Saved entries:
_____
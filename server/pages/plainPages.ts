import { html } from './html';
import type { PageMaker } from './publicPage';

/** Public pages whose matter comes with the app: their heads alone. */
const pages: Record<string, { title: string; description: string }> = {
  '/compare': {
    title: 'Compare cell types by measured life',
    description:
      'Up to four cell types at one use: measured years to 80 %, their ranges, what the labels imply, and which one lasts longer.',
  },
  '/plan': {
    title: 'Plan a home storage bank',
    description:
      'How long a bank lasts when the night’s energy stays the same, what a kWh delivered costs, and which size is cheapest.',
  },
  '/questions': {
    title: 'Questions of the trade, answered by measurement',
    description:
      'Clamping, depth, rate, heat, charge level, years or cycles: what the pool of measured banks says, and how sure it is.',
  },
  '/questions/clamping': {
    title: 'Does clamping pay?',
    description:
      'What clamping adds to a bank’s life below and above 0.3 It, measured, and what a fixture may cost.',
  },
  '/questions/depth': {
    title: 'Shallow or deep?',
    description:
      'What a shallower cycle adds to a bank’s life, measured, with its range and what it is worth.',
  },
  '/questions/rate': {
    title: 'Fast or slow?',
    description:
      'What a slower discharge adds to a bank’s life, measured, with its range and what it is worth.',
  },
  '/questions/heat': {
    title: 'Warm or cool?',
    description: 'What a cooler place adds to a bank’s life, measured, with its range and what it is worth.',
  },
  '/questions/charge': {
    title: 'Full or half full?',
    description:
      'What a lower mean charge level adds to a bank’s life, measured, with its range and its worth.',
  },
  '/questions/end': {
    title: 'Years or cycles: which ends a bank first?',
    description:
      'How much of the fade of home storage banks time takes, and how much their cycles, use by use.',
  },
  '/data': {
    title: 'Data',
    description:
      'The anonymised checks as numbered releases, with dictionary, fit and checksums, and how to repeat the published figures.',
  },
  '/data/privacy': {
    title: 'What is kept private, and how',
    description: 'From how many owners a figure comes, what rows hold, and what that can not prevent.',
  },
  '/method': {
    title: 'Method',
    description:
      'How measured lives of home storage batteries are computed from yearly capacity checks: the model, its priors, its ranges and its limits.',
  },
  '/method/diagnostics': {
    title: 'Diagnostics',
    description:
      'What the pooled fade model in force is checked by: residuals, coverage, raw readings, history.',
  },
};

export const plainPaths = Object.keys(pages);

export const plainPage: PageMaker = async (_deps, path) => {
  const page = Object.hasOwn(pages, path) ? pages[path] : undefined;
  if (!page) return null;
  const { title, description } = page;
  const summary = html`<h1>${title}</h1>
    <p>${description}</p>`.text;
  return { title, description, path, summary, answers: [] };
};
_____
Task requirements:
The whole of the data is to be returned with every line intact.

Response to the exercise:
filename server/pages/plainPages.ts
import { html } from './html';
import type { PageMaker } from './publicPage';

/** Public pages whose matter comes with the app: their heads alone. */
const pages: Record<string, { title: string; description: string }> = {
  '/compare': {
    title: 'Compare cell types by measured life',
    description:
      'Up to four cell types at one use: measured years to 80 %, their ranges, what the labels imply, and which one lasts longer.',
  },
  '/plan': {
    title: 'Plan a home storage bank',
    description:
      'How long a bank lasts when the night’s energy stays the same, what a kWh delivered costs, and which size is cheapest.',
  },
  '/questions': {
    title: 'Questions of the trade, answered by measurement',
    description:
      'Clamping, depth, rate, heat, charge level, years or cycles: what the pool of measured banks says, and how sure it is.',
  },
  '/questions/clamping': {
    title: 'Does clamping pay?',
    description:
      'What clamping adds to a bank’s life below and above 0.3 It, measured, and what a fixture may cost.',
  },
  '/questions/depth': {
    title: 'Shallow or deep?',
    description:
      'What a shallower cycle adds to a bank’s life, measured, with its range and what it is worth.',
  },
  '/questions/rate': {
    title: 'Fast or slow?',
    description:
      'What a slower discharge adds to a bank’s life, measured, with its range and what it is worth.',
  },
  '/questions/heat': {
    title: 'Warm or cool?',
    description: 'What a cooler place adds to a bank’s life, measured, with its range and what it is worth.',
  },
  '/questions/charge': {
    title: 'Full or half full?',
    description:
      'What a lower mean charge level adds to a bank’s life, measured, with its range and its worth.',
  },
  '/questions/end': {
    title: 'Years or cycles: which ends a bank first?',
    description:
      'How much of the fade of home storage banks time takes, and how much their cycles, use by use.',
  },
  '/data': {
    title: 'Data',
    description:
      'The anonymised checks as numbered releases, with dictionary, fit and checksums, and how to repeat the published figures.',
  },
  '/data/privacy': {
    title: 'What is kept private, and how',
    description: 'From how many owners a figure comes, what rows hold, and what that can not prevent.',
  },
  '/method': {
    title: 'Method',
    description:
      'How measured lives of home storage batteries are computed from yearly capacity checks: the model, its priors, its ranges and its limits.',
  },
  '/method/diagnostics': {
    title: 'Diagnostics',
    description:
      'What the pooled fade model in force is checked by: residuals, coverage, raw readings, history.',
  },
};

export const plainPaths = Object.keys(pages);

export const plainPage: PageMaker = async (_deps, path) => {
  const page = Object.hasOwn(pages, path) ? pages[path] : undefined;
  if (!page) return null;
  const { title, description } = page;
  const summary = html`<h1>${title}</h1>
    <p>${description}</p>`.text;
  return { title, description, path, summary, answers: [] };
};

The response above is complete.